MLFlow Hidden Gems
A containerized image recognition application that demonstrates some core capabilities within MLFlow.
These instructions will get you a copy of the project up and running on your local machine for development and testing purposes.
Docker is used to ensure consistency across development, test, training, and production environments. The Docker image is fully self-contained, so all required frameworks and libraries will be installed as part of the image creation process.
If this is your first time using this application, please ensure that you have installed the requirements listed above before proceeding. Also make sure that you create a .env file from the .env.example template. If you are using MacOS or Linux, you can run this command:
brew install git docker pre-commit shellcheck
On Windows you can run this commmand:
choco install git docker pre-commit shellcheck
We use pre-commit, a package manager for pre commit hooks, to run a list of hooks that checks the following criteria before allowing a user to commit their changes:
- files parse as valid Python
- commit contains files less than 100MB in size
- commit does not contain any private key
- ensures that a file is either empty, or ends with one newline
- sorts entries in requirements.txt
- trims trailing whitespace
- runs black, a Python code formatter
To ensure that pre-commit is used, run
pre-commit install
after git, docker and pre-commit are installed from the previous step above. This will ensure that pre-commit always runs the list of hooks defined in the .pre-commit-config.yaml file in the project's root directory.
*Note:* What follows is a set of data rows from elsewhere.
import { describe, expect, it } from 'vitest';
import { count, thousands } from '../../web/src/words';

describe('numbers in words', () => {
  it('separates thousands exactly as en-US number formatting does, for whole numbers of any size and sign', () => {
    for (const n of [0, 7, -7, 999, 1000, -1000, 12_345, 999_999, 1_000_000, 40_013, -1_234_567, 2 ** 40]) expect(thousands(n)).toBe(n.toLocaleString('en-US'));
    expect(thousands(1234.5)).toBe('1,234.5');
    expect(count(10_000, 'conductor')).toBe('10,000 conductors');
    expect(count(1, 'conductor')).toBe('1 conductor');
  });
});
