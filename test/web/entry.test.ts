import { describe, expect, it } from 'vitest';
import { analyze, type Project } from '@linewright/core';
import { addEquipment, applyFix, convertConnection, insertIntoConductor, replaceElement } from '../../web/src/editor/commands';
import { drawingGeometry, type Box } from '../../web/src/canvas/geometry';
import { conductorLine, kindSpec } from '../../web/src/editor/equipment';
import { drawTap, harness } from './harness';

const select = (h: ReturnType<typeof harness>, id: string) => h.store.setSelection({ nodes: [id], conductors: [], busLinks: [] });
const selected = (h: ReturnType<typeof harness>) => h.store.getState().view.selection.nodes[0]!;

/** Boxes of pieces and labels after an edit; none may overlap another. */
function overlapsIn(p: Project): string[] {
  const pos = new Map(p.nodes.map((n) => [n.id, n.position!]));
  const geo = drawingGeometry(p.nodes, p.conductors, p.busLinks, (id) => pos.get(id as (typeof p.nodes)[number]['id']), conductorLine);
  const boxes: { id: string; b: Box }[] = [
    ...p.nodes.map((n) => ({ id: n.id, b: { ...n.position!, w: kindSpec(n.kind).width, h: kindSpec(n.kind).height } })),
    ...[...geo.conductors].map(([id, g]) => ({ id: `label ${id}`, b: g.label })),
  ];
  const out: string[] = [];
  for (let i = 0; i < boxes.length; i++)
    for (let j = i + 1; j < boxes.length; j++) {
      const a = boxes[i]!.b;
      const b = boxes[j]!.b;
      if (a.x < b.x + b.w && b.x < a.x + a.w && a.y < b.y + b.h && b.y < a.y + a.h) out.push(`${boxes[i]!.id} / ${boxes[j]!.id}`);
    }
  return out;
}

describe('place and connect: a riser from the keyboard', () => {
  it('utility, main breaker, bus, two feeder breakers and loads: each below its supply, joined as the kinds call for', () => {
    const h = harness();
    addEquipment.run(h.ctx, { kind: 'utility' });
    const util = selected(h);
    addEquipment.run(h.ctx, { kind: 'breaker' });
    const main = selected(h);
    addEquipment.run(h.ctx, { kind: 'bus' });
    const bus = selected(h);
    addEquipment.run(h.ctx, { kind: 'breaker' });
    const cb1 = selected(h);
    addEquipment.run(h.ctx, { kind: 'load' });
    select(h, bus);
    addEquipment.run(h.ctx, { kind: 'breaker' });
    const cb2 = selected(h);
    addEquipment.run(h.ctx, { kind: 'load' });
    const d = h.doc();
    const link = (a: string, b: string) => (d.conductors.some((c) => c.from === a && c.to === b) ? 'conductor' : d.busLinks.some((x) => x.from === a && x.to === b) ? 'busLink' : 'none');
    // Common practice: service conductors from the utility; a main breaker and feeder breakers are bus-linked inside the board.
    expect(link(util, main)).toBe('conductor');
    expect(link(main, bus)).toBe('busLink');
    expect(link(bus, cb1)).toBe('busLink');
    expect(link(bus, cb2)).toBe('busLink');
    expect(d.conductors).toHaveLength(3);
    const y = (id: string) => d.nodes.find((n) => n.id === id)!.position!.y;
    const x = (id: string) => d.nodes.find((n) => n.id === id)!.position!.x;
    expect(y(main)).toBeGreaterThan(y(util));
    expect(y(bus)).toBeGreaterThan(y(main));
    expect(y(cb2)).toBe(y(cb1));
    expect(x(cb2)).toBeGreaterThan(x(cb1));
    expect(overlapsIn(d)).toEqual([]);
    // One undo step per piece: the last undo removes the load and its conductor together.
    h.store.undo();
    expect(h.doc().nodes).toHaveLength(6);
    expect(h.doc().conductors).toHaveLength(2);
  });
});

describe('insert a device into a conductor', () => {
  it('a breaker into a 60 ft feeder at 15 ft: 15 ft keeps the id and facts, 45 ft goes to a copy; the load moves down', () => {
    const h = harness();
    const ids = drawTap(h, { lengthFt: 8 });
    for (const n of h.doc().nodes) replaceElement.run(h.ctx, { target: { kind: 'node', id: n.id }, value: { ...n, position: { x: 0, y: h.doc().nodes.indexOf(n) * 200 } }, label: 'Place' });
    const feeder = h.doc().conductors.find((c) => c.from === ids.f)!;
    const yBefore = h.doc().nodes.find((n) => n.id === ids.s)!.position!.y;
    insertIntoConductor.run(h.ctx, { conductorId: feeder.id, kind: 'breaker', supplySideFt: 15 });
    const d = h.doc();
    const cb = selected(h);
    const a = d.conductors.find((c) => c.id === feeder.id)!;
    const b = d.conductors.find((c) => c.from === cb)!;
    expect([a.from, a.to, a.lengthFt]).toEqual([ids.f, cb, 15]);
    expect([b.to, b.lengthFt, b.size, b.parallelSets, b.material]).toEqual([ids.s, 45, feeder.size, feeder.parallelSets, feeder.material]);
    expect(d.nodes.find((n) => n.id === ids.s)!.position!.y).toBeGreaterThan(yBefore);
    expect(overlapsIn(d)).toEqual([]);
  });

  it('a split past the end is refused with the conductor named and the drawing kept', () => {
    const h = harness();
    const ids = drawTap(h, { lengthFt: 8 });
    const before = h.doc();
    insertIntoConductor.run(h.ctx, { conductorId: ids.tapId, kind: 'fuse', supplySideFt: 9 });
    expect(h.doc()).toBe(before);
    expect(h.store.getState().view.notices.at(-1)!.text).toContain(`supply end of ${ids.tapId}: at most its whole length, 8 ft`);
  });
});

describe('connection kind can be changed', () => {
  it('a conductor made a bus link and back keeps its ends', () => {
    const h = harness();
    const ids = drawTap(h, { lengthFt: 8 });
    convertConnection.run(h.ctx, { kind: 'conductor', id: ids.tapId });
    const b = h.doc().busLinks.at(-1)!;
    expect([b.from, b.to]).toEqual([ids.s, ids.m]);
    expect(h.doc().conductors.some((c) => c.id === ids.tapId)).toBe(false);
    convertConnection.run(h.ctx, { kind: 'busLink', id: b.id });
    const c = h.doc().conductors.at(-1)!;
    expect([c.from, c.to, c.lengthFt]).toEqual([ids.s, ids.m, undefined]);
  });
});

describe('a fix that adds a breaker lands without overlap', () => {
  it('a 20 ft tap of 1 AWG Cu from 600 A fails 240.21(B)(2); adding the breaker keeps every piece and label clear', () => {
    const h = harness();
    const ids = drawTap(h, { lengthFt: 20, size: '1' });
    for (const n of h.doc().nodes) replaceElement.run(h.ctx, { target: { kind: 'node', id: n.id }, value: { ...n, position: { x: 0, y: h.doc().nodes.indexOf(n) * 180 } }, label: 'Place' });
    const r = analyze(h.doc()).conductors.find((c) => c.id === ids.tapId)!;
    const fix = r.fixes.find((f) => f.kind === 'add-ocpd');
    expect(fix, 'an add-breaker fix is offered').toBeDefined();
    applyFix.run(h.ctx, fix!);
    expect(h.doc().nodes).toHaveLength(5);
    expect(overlapsIn(h.doc())).toEqual([]);
  });
});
To get started, start playing with some of the commands or launch the application locally.
To launch this application, you need to first create a .env file for this project. Please use the .env.example to help you build your .env file. Then, you need to build the Docker image using
bin/build.sh
and then bring up the containers for the application with
bin/up.sh
Note: To bring up a particular service, specify the service name (name given in Docker Compose). For example, to bring up just the MLFlow service and not the app, you can run:
bin/up.sh mlflow
Once you're done working with your application, you can stop all containers and remove the containers, volumes and images associated with the application by running:
bin/down.sh
Below are additional instruction on training and running tests to verify that everything is working.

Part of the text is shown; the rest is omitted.